START EXERCISE MATERIALS

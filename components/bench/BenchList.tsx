'use client';

import Link from 'next/link';
import { litres } from '@/components/batch/figures';
import { vesselOf } from '@/components/vessel/describe';
import { Vessel } from '@/components/vessel/Vessel';
import { LinkButton } from '@/components/ui/Button';
import { Haze } from '@/components/ui/Haze';
import { EmptyState, ErrorState } from '@/components/ui/Notice';
import { PageHead } from '@/components/ui/Page';
import { Sentence } from '@/components/ui/Sentence';
import { State } from '@/components/ui/StateMark';
import { useBatches } from '@/lib/client/batches';
import type { BatchBody } from '@/lib/contracts/batches';
import type { Verdict } from '@/lib/core/types';

const RANK: Record<Verdict, number> = { yes: 0, soon: 1, unknown: 2, hold: 3, no: 4 };
/** Those that may be bottled first. */
const rank = (batch: BatchBody) => RANK[batch.assessment?.calls.bottle.verdict ?? 'unknown'];

/** Which batch stands on the bench. */
export function BenchList() {
  const { batches, error, retry } = useBatches();
  if (error && !batches) {
    return (
      <>
        <PageHead title="Bottling bench" />
        <ErrorState title="The batches did not load" onRetry={retry}>
          {error.message}
        </ErrorState>
      </>
    );
  }
  if (!batches) return <Haze height={320} label="Loading the batches" className="m-(--margin)" />;
  const open = batches.filter((batch) => batch.state !== 'ended').toSorted((a, b) => rank(a) - rank(b) || a.name.localeCompare(b.name));
  return (
    <>
      <PageHead title="Bottling bench" meta="Which batch? Each is judged from its own log." />
      {open.length === 0 && (
        <EmptyState title="Nothing to bottle" action={<LinkButton href="/shelf">To the shelf</LinkButton>}>
          No vessel holds a batch.
        </EmptyState>
      )}
      <ul>
        {open.map((batch) => {
          const call = batch.assessment?.calls.bottle;
          const ready = call?.verdict === 'yes';
          return (
            <li key={batch.id} className={`border-b ${ready ? 'bg-lit' : ''}`}>
              <Link href={`/bench/${batch.id}`} className="flex min-h-[84px] items-center gap-4 px-(--margin) py-2 no-underline -outline-offset-2 hover:bg-desk">
                <Vessel vessel={vesselOf(batch)} height={64} silentPicture />
                <span className="grid min-w-0 flex-1 gap-x-6 strip:grid-cols-[15rem_minmax(0,1fr)] strip:items-center">
                  <span className="min-w-0">
                    <span className="type-name block break-words">{batch.name}</span>
                    <span className="type-label text-ink2">
                      {batch.tag !== null && `tag ${batch.tag}, `}
                      {litres(batch.volume_l)}
                    </span>
                  </span>
                  <span className="min-w-0">
                    <State state={ready ? 'Ready' : call?.verdict === 'unknown' || !call ? 'Check' : 'Leave be'} word={ready ? 'Ready' : call?.verdict === 'unknown' || !call ? 'Not known' : 'Not yet'} />
                    <span className="type-reason two-lines text-ink2">
                      <Sentence>{call?.reason ?? 'Not judged yet.'}</Sentence>
                    </span>
                  </span>
                </span>
              </Link>
            </li>
          );
        })}
      </ul>
    </>
  );
}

END EXERCISE MATERIALS

WHAT IS EXPECTED: Work out how many lines above contain the word "EmptyState". Give only the number.

EXPECTED ANSWER: 3